↓

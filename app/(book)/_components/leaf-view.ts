import type { SketchModel } from '@/lib/facts/sketch-model';
import type { ThetaPlotData } from '@/components/plots/theta-plot';

/** What the facing leaf shows of the chosen line beyond the line itself. */
export interface LeafView {
  /** MathML of the marching rule; null where there is none to write. */
  readonly formula: string | null;
  readonly sketch: SketchModel | null;
  readonly plot: ThetaPlotData | null;
  /** What the bound and the damping mean for the run. */
  readonly caption: string | null;
  /** Where the C kernel is served, or why there is none. */
  readonly kernel: { readonly address: string } | { readonly none: string };
}
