import type { ThetaPlotData } from '@/components/plots/theta-plot';
import type { Drawing } from '@/lib/facts/drawing';
import type { FactsSummary } from '@/lib/facts/facts-summary';
import { decimalText, symbolText } from '@/lib/facts/reading-texts';
import { schemeCurves } from '@/lib/numerics/curves';

const SAMPLES = 49;
const POSITIONS = Array.from({ length: SAMPLES }, (_, k) => (k * Math.PI) / (SAMPLES - 1));
const LOOKS = ['c1', 'c2', 'c3'] as const;
const rounded = (value: number | null) => (value === null ? null : Number(value.toFixed(4)));

/** Phase speed (or decay) at three values below the bound, small enough for the facing leaf. */
export function leafPlot({ numeric, limit }: Drawing, summary: FactsSummary | null): ThetaPlotData | null {
  if (!numeric || !summary?.parameter) return null;
  const symbol = symbolText(summary.parameter);
  const decays = numeric.equation.includes('diffusion') && !numeric.equation.startsWith('advection');
  const values = limit === null || limit === 0 ? [0.75, 0.25] : [0.95 * limit, 0.75 * limit, 0.25 * limit];
  const title = decays ? 'Decay ÷ true decay' : 'Phase speed ÷ true speed';
  return {
    title,
    label: `${title} against phase angle at ${values.map((value) => `${symbol} = ${decimalText(value, 3)}`).join(', ')}`,
    theta: POSITIONS.map((theta) => Number(theta.toFixed(5))),
    curves: values.map((value, k) => ({
      name: k === 0 ? `${symbol} = ${decimalText(value, 3)}` : decimalText(value, 3),
      look: LOOKS[k] ?? 'c1',
      values: schemeCurves(
        numeric,
        numeric.parameters.map(() => value),
        Array.from({ length: numeric.dims }, () => 1),
        POSITIONS,
      ).map((point) => rounded(decays ? point.decayRate : point.phaseSpeed)),
    })),
    range: [0, 1.1],
    reference: 1,
  };
}
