import type { ReactNode } from 'react';
import type { CatalogGroup } from '@/lib/entries/catalog-groups';
import type { Sorting } from '@/lib/entries/catalog-sorting';
import { EntryRow } from './entry-row';

interface LineListProps {
  groups: readonly CatalogGroup[];
  /** The equation and its numbers, set on the server, by group. */
  formulas: Readonly<Record<string, ReactNode>>;
  sorting: Sorting;
  onSort: (sorting: Sorting) => void;
  chosen: string | null;
  onChoose: (slug: string) => void;
}

function SortHead({
  by,
  current,
  onSort,
  children,
}: {
  by: Sorting;
  current: Sorting;
  onSort: (by: Sorting) => void;
  children: ReactNode;
}) {
  return (
    <span>
      <button type="button" aria-pressed={by === current} onClick={() => onSort(by)}>
        <span className="sr">Sort by </span>
        {children}
      </button>
    </span>
  );
}

/** The lines of the catalog, by group, under one head. */
export function LineList({ groups, formulas, sorting, onSort, chosen, onChoose }: LineListProps) {
  const head = { current: sorting, onSort };
  return (
    <>
      <div className="line hd">
        <SortHead by="number" {...head}>
          Line and state
        </SortHead>
        <span>Sketch</span>
        <span>Scheme</span>
        <SortHead by="order" {...head}>
          Order
          <br />
          t, x
        </SortHead>
        <SortHead by="bound" {...head}>
          Bound,
          <br />
          staff 0 to 2
        </SortHead>
        <span className="keyl">
          <i className="k1" />
          damping
          <br />
          <i className="k2" />
          phase speed
        </span>
        <SortHead by="arrays" {...head}>
          Arrays,
          <br />
          halo
        </SortHead>
        <SortHead by="flops" {...head}>
          Flops, B<br />a point
        </SortHead>
      </div>
      {groups.map((group) => (
        <section key={group.key} aria-label={group.name}>
          <div className="grp">
            <h2>{group.name}</h2>
            {formulas[group.key]}
          </div>
          {group.lines.map((line) => (
            <EntryRow key={line.slug} line={line} chosen={line.slug === chosen} onChoose={onChoose} />
          ))}
        </section>
      ))}
    </>
  );
}
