import { describe, expect, it } from 'vitest';
import { questionQuery, readQuestion } from '@/lib/shortlist/question';

const ask = (texts: Record<string, string>) => readQuestion((name) => texts[name]);

describe('the question of the shortlist', () => {
  it('comes back whole from its own address', () => {
    const { asked } = ask({
      equation: 'wave',
      dims: '2',
      errorPercent: '1 %',
      duration: '50',
      slowest: '30 %',
      fastest: '0,9',
    });
    expect(asked).toMatchObject({
      equation: 'wave',
      dims: 2,
      errorPercent: 1,
      duration: 50,
      slowest: 0.3,
      fastest: 0.9,
    });
    const again = readQuestion((name) => new URLSearchParams(questionQuery(asked)).get(name) ?? undefined);
    expect(again.asked).toEqual(asked);
    expect(again.faults).toEqual({});
  });

  it.each([
    ['errorPercent', '0', /error of zero/],
    ['errorPercent', '-1', /negative/],
    ['errorPercent', '500', /nothing is left/],
    ['errorPercent', '', /Nothing is given/],
    ['errorPercent', '30°', /not a part of the wave/],
    ['duration', '0', /goes some way/],
    ['duration', '6000 m', /unit of its own/],
    ['duration', '1e9', /metres/],
    ['slowest', '1500', /speed in m\/s/],
    ['fastest', '80', /0.8 may be meant/],
    ['fastest', 'quick', /not a number/],
    ['dims', '7', /not a choice/],
    ['equation', 'poisson', /Accepted: advection/],
  ])('answers %s “%s” in its place', (field, text, sentence) => {
    expect(ask({ [field]: text }).faults[field as 'dims']).toMatch(sentence);
  });

  it('says so where the slowest is faster than the fastest', () => {
    expect(ask({ slowest: '0.9', fastest: '0.2' }).faults.slowest).toMatch(/faster than the fastest/);
  });

  it('hints that a part of one was perhaps meant', () => {
    expect(ask({ errorPercent: '0.05' })).toMatchObject({
      faults: {},
      hints: { errorPercent: expect.stringMatching(/5 %/) as string },
    });
  });
});
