import Link from 'next/link';
import { memo } from 'react';
import { SmallSketch } from '@/components/marks/small-sketch';
import { Spark } from '@/components/marks/spark';
import { StaffGauge } from '@/components/marks/staff-gauge';
import { STATE_WORDS, Vial } from '@/components/marks/vial';
import { MathText } from '@/components/math/math-text';
import type { CatalogLine } from '@/lib/entries/entry';
import { boundRuns } from '@/lib/facts/reading-texts';

const GONE = ['superseded', 'withdrawn'];

/** Order in time and space, or the one order that a stencil or a time method has. */
function Orders({ line: { summary } }: { line: CatalogLine }) {
  const orders = [summary.orderTime, summary.orderSpace].filter((order) => order !== null);
  return (
    <div className="od">
      <span className="mo omo">order</span>
      {orders.length === 0 ? '–' : orders.map((order, k) => (k === 0 ? order : [<i key="comma">,</i>, order]))}
    </div>
  );
}

interface EntryRowProps {
  line: CatalogLine;
  chosen: boolean;
  onChoose: (slug: string) => void;
}

/** One line of the catalog; all of it is one link. */
export const EntryRow = memo(function EntryRow({ line, chosen, onChoose }: EntryRowProps) {
  const { summary } = line;
  return (
    <Link
      id={`line-${line.slug}`}
      className={`line entry${chosen ? ' sel' : ''}${GONE.includes(line.state) ? ' out' : ''}`}
      href={`/sheets/${line.slug}`}
      prefetch={false}
      onFocus={() => onChoose(line.slug)}
    >
      <div>
        <div className="no">{line.callNumber}</div>
        <div className="state">
          <Vial state={line.state} small />
          <span className="tiny">{STATE_WORDS[line.state]}</span>
        </div>
      </div>
      <SmallSketch sketch={summary.sketch} />
      <div>
        <div className="nm">{line.title}</div>
        <div className="gi">{line.gist}</div>
      </div>
      <Orders line={line} />
      <div>
        <div className="bd">
          {summary.verdict === 'two-parameter region' && 'a region'}
          {summary.parameter !== null && <MathText runs={boundRuns(summary)} />}
        </div>
        <StaffGauge summary={summary} />
      </div>
      <Spark curves={summary.curves} />
      <div className="kps">
        <div className="kp">
          {summary.arrays === null ? (
            <span className="only-d">–</span>
          ) : (
            <>
              {summary.arrays}
              <span className="mo"> {summary.arrays === 1 ? 'array' : 'arrays'} · </span>
            </>
          )}
          {summary.halo && <small>halo {summary.halo.join(' | ')}</small>}
        </div>
        <span className="mo"> · </span>
        <div className="kp">
          {summary.operations === null ? (
            <span className="only-d">–</span>
          ) : (
            <>
              {summary.operations}
              <span className="mo"> flops · </span>
            </>
          )}
          {summary.bytes !== null && <small>{summary.bytes} B</small>}
        </div>
      </div>
    </Link>
  );
});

↑

Problem requirements.
A single figure is required: the number of lines in the entries above that include the word "LOOKS".

Exercise answer.
2